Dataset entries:
<<<<

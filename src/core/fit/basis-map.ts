// Map the solution and covariance from the equilibrated basis back to the
// caller's columns. With gamma the coefficients on A = W^{1/2}(X - 1 m^T) D and
// c the response scale (b = c W^{1/2} y):
//   beta_j         = d_j gamma_j / c                          (j not the intercept)
//   beta_intercept = d_0 gamma_0 / c - sum_j m_j beta_j
// and Cov(beta) = L C L^T with L the same linear map (without 1/c, since the
// covariance is unscaled). Powers of two are exact; the sums over m_j run in
// double-double, because centring moves a large part of every coefficient into
// the intercept (Filip: |m_10| ~ 1e8) and that cancellation must not cost digits.

import { ddAdd, ddMul, ddMulDouble, type DD } from '../numeric/double-double.ts';
import type { EquilibratedProblem } from './equilibration.ts';
import type { MatrixDD } from './covariance.ts';

/**
 * Caller-basis coefficients (double-double) for the accepted columns
 * `columns` (factorisation order) with solution xh + xl.
 */
export function mapCoefficients(
  eq: EquilibratedProblem,
  columns: number[],
  xh: Float64Array,
  xl: Float64Array,
): Map<number, DD> {
  const out = new Map<number, DD>();
  const c = 1 / eq.responseScale;
  for (let k = 0; k < columns.length; k++) {
    const j = columns[k];
    const f = eq.scale[j] * c;
    out.set(j, [xh[k] * f, xl[k] * f]);
  }
  const ic = eq.interceptColumn;
  if (ic >= 0 && out.has(ic)) {
    let [sh, sl] = out.get(ic)!;
    for (const [j, [bh, bl]] of out) {
      if (j === ic) continue;
      const [ph, pl] = ddMul(eq.mh[j], eq.ml[j], bh, bl);
      [sh, sl] = ddAdd(sh, sl, -ph, -pl);
    }
    out.set(ic, [sh, sl]);
  }
  return out;
}

/**
 * Caller-basis unscaled covariance over the accepted columns, returned in
 * ascending design order of those columns (the order of `estimable`).
 */
export function mapCovariance(
  eq: EquilibratedProblem,
  columns: number[],
  cov: MatrixDD,
): { estimable: number[]; covariance: number[][] } {
  const k = columns.length;
  const ic = eq.interceptColumn;
  // Row of L for each accepted column, as sparse (position, dd coefficient) pairs.
  const lRows: [number, DD][][] = columns.map((j, pos) => {
    if (j !== ic) return [[pos, [eq.scale[j], 0]]];
    const row: [number, DD][] = [[pos, [eq.scale[j], 0]]];
    columns.forEach((jj, pp) => {
      if (jj !== ic) row.push([pp, ddMulDouble(-eq.mh[jj], -eq.ml[jj], eq.scale[jj])]);
    });
    return row;
  });
  const estimable = [...columns].sort((a, b) => a - b);
  const position = new Map(columns.map((j, pos) => [j, pos]));
  const out: number[][] = estimable.map(() => new Array<number>(k).fill(0));
  for (let a = 0; a < k; a++) {
    for (let b = a; b < k; b++) {
      const ra = lRows[position.get(estimable[a])!];
      const rb = lRows[position.get(estimable[b])!];
      let sh = 0;
      let sl = 0;
      for (const [pa, [ah, al]] of ra) {
        for (const [pb, [bh, bl]] of rb) {
          const [th, tl] = ddMul(ah, al, bh, bl);
          const [ph, pl] = ddMul(th, tl, cov.hi[pa][pb], cov.lo[pa][pb]);
          [sh, sl] = ddAdd(sh, sl, ph, pl);
        }
      }
      out[a][b] = out[b][a] = sh;
    }
  }
  return { estimable, covariance: out };
}
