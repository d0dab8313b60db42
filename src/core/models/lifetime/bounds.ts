// Each observation as bounds on the model's own scale y (ln t for the
// distributions of positive time, t for the others): an exact failure is
// lo = hi = y; a right-censored unit lo = y, hi = +∞; a left-censored one
// lo = -∞, hi = y; an interval (lo, hi]. An interval that starts at time 0
// on the log scale is a left-censored unit at its upper time.
//
// The fit works on a standardised scale y' = (y - centre) / spread so that
// Newton steps and damping are in units of the data's own spread, whatever
// the time unit; the likelihood on the data's scale is recovered exactly
// (each exact observation's density gains -ln spread).
import { EXACT, INTERVAL, LEFT, RIGHT, type CensoredResponse } from './censoring.ts';
import { NeumaierSum } from './log-arithmetic.ts';

export interface Bounds {
  /** EXACT, RIGHT, LEFT or INTERVAL per row (an interval from -∞ is stored as LEFT). */
  kind: Uint8Array;
  lo: Float64Array;
  hi: Float64Array;
}

export interface ModelScaleBounds {
  bounds: Bounds;
  /** A single value per row for starting values: the time itself, a censoring time, or the middle of a window. */
  representative: Float64Array;
  exactCount: number;
  /** Σ ln t over exact failures (0 on the time scale): the Jacobian between the log-time and time likelihoods. */
  sumLogExactTimes: number;
}

export function modelScaleBounds(response: CensoredResponse, logScale: boolean): ModelScaleBounds {
  const n = response.time.length;
  const kind = new Uint8Array(n);
  const lo = new Float64Array(n);
  const hi = new Float64Array(n);
  const representative = new Float64Array(n);
  const y = (t: number) => (logScale ? (t > 0 ? Math.log(t) : Number.NEGATIVE_INFINITY) : t);
  let exactCount = 0;
  // Compensated: Σ ln t is compared across tools to many digits.
  const sumLog = new NeumaierSum();
  for (let i = 0; i < n; i++) {
    const s = response.status[i];
    const v = y(response.time[i]);
    kind[i] = s;
    if (s === EXACT) {
      lo[i] = hi[i] = representative[i] = v;
      exactCount++;
      if (logScale) sumLog.add(v);
    } else if (s === RIGHT) {
      lo[i] = representative[i] = v;
      hi[i] = Number.POSITIVE_INFINITY;
    } else if (s === LEFT) {
      lo[i] = Number.NEGATIVE_INFINITY;
      hi[i] = representative[i] = v;
    } else {
      const top = y(response.upper[i]);
      lo[i] = v;
      hi[i] = top;
      if (v === Number.NEGATIVE_INFINITY) {
        kind[i] = LEFT;
        representative[i] = top;
      } else {
        kind[i] = INTERVAL;
        representative[i] = (v + top) / 2;
      }
    }
  }
  return { bounds: { kind, lo, hi }, representative, exactCount, sumLogExactTimes: sumLog.value() };
}

/** The bounds on the standardised scale (y - centre) / spread; infinite bounds stay infinite. */
export function standardiseBounds(bounds: Bounds, centre: number, spread: number): Bounds {
  const map = (v: number) => (Number.isFinite(v) ? (v - centre) / spread : v);
  return { kind: bounds.kind, lo: bounds.lo.map(map), hi: bounds.hi.map(map) };
}
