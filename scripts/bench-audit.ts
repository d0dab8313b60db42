// Durable appends per second for the audit stores: one at a time (each append
// awaited before the next: one COMMIT, one fsync each), and 64 in flight with
// and without group commit. Ratios are against single-row SQLite in this run.
// PostgreSQL rows appear when PARSIMETRY_TEST_PG_URL is set (scripts/postgres.sh start).
//   npx tsx scripts/bench-audit.ts [appends per scenario, default 3000]
import { randomBytes } from 'node:crypto';
import { mkdtempSync, rmSync } from 'node:fs';
import { tmpdir } from 'node:os';
import { join } from 'node:path';
import { openAuditStore, requestDigest, type AuditStore, type NewRecord } from '../src/audit/open.ts';
import { dropBenchSchemas } from './bench-pg.ts';

const N = Number(process.argv[2] ?? 3000);
const PG_URL = process.env.PARSIMETRY_TEST_PG_URL;

// A record of the size a small comparison produces (demo data: tile shrinkage).
function record(n: number): NewRecord {
  const request = {
    data: { columns: { shrinkage: Array.from({ length: 40 }, (_, i) => 5 + ((i * 37) % 11) / 10), peakTemp: Array.from({ length: 40 }, (_, i) => 1150 + i * 2) } },
    response: 'shrinkage',
    candidates: [{ name: 'linear', terms: ['peakTemp'] }, { name: 'quadratic', terms: ['peakTemp', { kind: 'power', of: 'peakTemp', degree: 2 }] }],
  };
  return {
    kind: 'comparison', caller: 'bench', label: `bench ${n}`, serviceVersion: '0.1.0', conventionsVersion: '1', policy: null,
    datasetFingerprint: 'fp-bench', requestDigest: requestDigest(request), request,
    result: { ranking: [{ name: 'linear', aic: 10.1, aicc: 10.8, bic: 13.4, weight: 0.61 }, { name: 'quadratic', aic: 11.0, aicc: 12.1, bic: 16.0, weight: 0.39 }] },
  };
}

async function run(store: AuditStore, inFlight: number): Promise<number> {
  for (let i = 0; i < 50; i++) await store.append(record(i)); // warm up statements and connections
  let next = 0;
  const start = process.hrtime.bigint();
  await Promise.all(Array.from({ length: inFlight }, async () => {
    while (next < N) await store.append(record(next++));
  }));
  const seconds = Number(process.hrtime.bigint() - start) / 1e9;
  const report = await store.verify();
  if (!report.ok || report.records !== N + 50) throw new Error(`chain broken after bench: ${JSON.stringify(report)}`);
  return N / seconds;
}

interface Row { name: string; rate: number }
const rows: Row[] = [];
const dir = mkdtempSync(join(tmpdir(), 'parsimetry-bench-'));
const schemas: string[] = [];
try {
  const scenarios: [string, (s?: string) => Promise<AuditStore>, number, 'sqlite' | 'pg'][] = [
    ['sqlite  single-row, 1 in flight', () => openAuditStore(join(dir, 'a.sqlite'), { groupCommit: false }), 1, 'sqlite'],
    ['sqlite  single-row, 64 in flight', () => openAuditStore(join(dir, 'b.sqlite'), { groupCommit: false }), 64, 'sqlite'],
    ['sqlite  group commit, 64 in flight', () => openAuditStore(join(dir, 'c.sqlite'), { groupCommit: true }), 64, 'sqlite'],
  ];
  if (PG_URL) {
    const pgStore = (groupCommit: boolean) => (schema?: string) => openAuditStore(PG_URL, { groupCommit, schema });
    scenarios.push(
      ['postgres single-row, 1 in flight', pgStore(false), 1, 'pg'],
      ['postgres single-row, 64 in flight (head lock contended)', pgStore(false), 64, 'pg'],
      ['postgres group commit, 64 in flight', pgStore(true), 64, 'pg'],
    );
  }
  for (const [name, open, inFlight, kind] of scenarios) {
    const schema = kind === 'pg' ? `audit_bench_${randomBytes(4).toString('hex')}` : undefined;
    if (schema) schemas.push(schema);
    const store = await open(schema);
    try {
      rows.push({ name, rate: await run(store, inFlight) });
    } finally {
      await store.close();
    }
  }
} finally {
  rmSync(dir, { recursive: true, force: true });
  await dropBenchSchemas(PG_URL, schemas);
}

const base = rows[0].rate;
const width = Math.max(...rows.map((r) => r.name.length));
console.log(`durable audit appends, ${N} per scenario (each verified afterwards)`);
console.log(`${'scenario'.padEnd(width)}  appends/s  ratio vs sqlite single-row`);
for (const r of rows) console.log(`${r.name.padEnd(width)}  ${r.rate.toFixed(0).padStart(9)}  ${(r.rate / base).toFixed(2).padStart(6)}x`);
if (!PG_URL) console.log('(PostgreSQL skipped: set PARSIMETRY_TEST_PG_URL, e.g. from scripts/postgres.sh start)');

>>>>

> [TASK STATEMENT]:
What you give back should be only the lines of the records above, starting at the line with "sumLogExactTimes: number;" and ending at the line with "lo[i] = representative[i] = v;", restated word for word.

> [ANSWER FOR THE TASK]:
  sumLogExactTimes: number;
}

export function modelScaleBounds(response: CensoredResponse, logScale: boolean): ModelScaleBounds {
  const n = response.time.length;
  const kind = new Uint8Array(n);
  const lo = new Float64Array(n);
  const hi = new Float64Array(n);
  const representative = new Float64Array(n);
  const y = (t: number) => (logScale ? (t > 0 ? Math.log(t) : Number.NEGATIVE_INFINITY) : t);
  let exactCount = 0;
  // Compensated: Σ ln t is compared across tools to many digits.
  const sumLog = new NeumaierSum();
  for (let i = 0; i < n; i++) {
    const s = response.status[i];
    const v = y(response.time[i]);
    kind[i] = s;
    if (s === EXACT) {
      lo[i] = hi[i] = representative[i] = v;
      exactCount++;
      if (logScale) sumLog.add(v);
    } else if (s === RIGHT) {
      lo[i] = representative[i] = v;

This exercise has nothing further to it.